--- START ---
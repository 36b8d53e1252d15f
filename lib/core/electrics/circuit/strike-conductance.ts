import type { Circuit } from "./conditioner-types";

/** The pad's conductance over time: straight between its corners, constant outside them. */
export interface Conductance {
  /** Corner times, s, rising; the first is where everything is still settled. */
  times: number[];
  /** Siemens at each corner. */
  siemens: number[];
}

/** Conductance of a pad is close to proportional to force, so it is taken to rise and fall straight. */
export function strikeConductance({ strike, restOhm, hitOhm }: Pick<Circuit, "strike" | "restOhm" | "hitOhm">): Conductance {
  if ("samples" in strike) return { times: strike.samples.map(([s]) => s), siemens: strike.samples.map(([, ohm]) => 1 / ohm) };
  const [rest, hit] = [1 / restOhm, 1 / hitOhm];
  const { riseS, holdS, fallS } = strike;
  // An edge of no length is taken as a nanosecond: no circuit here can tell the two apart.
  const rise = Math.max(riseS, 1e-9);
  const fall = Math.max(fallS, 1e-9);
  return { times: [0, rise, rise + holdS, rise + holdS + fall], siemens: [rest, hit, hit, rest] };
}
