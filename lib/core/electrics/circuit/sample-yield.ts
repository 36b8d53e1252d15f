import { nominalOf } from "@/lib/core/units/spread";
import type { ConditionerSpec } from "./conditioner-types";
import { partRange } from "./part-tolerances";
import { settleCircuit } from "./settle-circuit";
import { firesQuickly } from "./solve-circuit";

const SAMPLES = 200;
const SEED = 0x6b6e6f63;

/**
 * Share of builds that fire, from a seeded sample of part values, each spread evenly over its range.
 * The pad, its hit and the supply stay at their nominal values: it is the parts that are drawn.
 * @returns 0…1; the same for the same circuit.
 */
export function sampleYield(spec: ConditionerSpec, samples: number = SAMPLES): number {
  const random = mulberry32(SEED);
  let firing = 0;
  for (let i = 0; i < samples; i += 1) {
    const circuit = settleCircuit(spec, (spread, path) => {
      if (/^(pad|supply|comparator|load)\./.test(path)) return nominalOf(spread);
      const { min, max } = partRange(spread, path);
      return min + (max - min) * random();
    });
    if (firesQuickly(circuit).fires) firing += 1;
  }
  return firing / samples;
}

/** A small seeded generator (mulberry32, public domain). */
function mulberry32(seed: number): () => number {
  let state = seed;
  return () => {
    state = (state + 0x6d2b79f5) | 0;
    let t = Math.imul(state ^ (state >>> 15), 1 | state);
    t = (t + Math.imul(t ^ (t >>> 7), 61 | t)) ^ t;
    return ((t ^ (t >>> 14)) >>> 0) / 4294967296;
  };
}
--- END ---
Task ▸ The reply should hold only the lines from the beginning of the listing above through the line with "export interface Conductance", each one written exactly as it appears.

Output ▸
repository 36b8d53e1252d15f
filename lib/core/electrics/circuit/strike-conductance.ts
import type { Circuit } from "./conditioner-types";

/** The pad's conductance over time: straight between its corners, constant outside them. */
export interface Conductance {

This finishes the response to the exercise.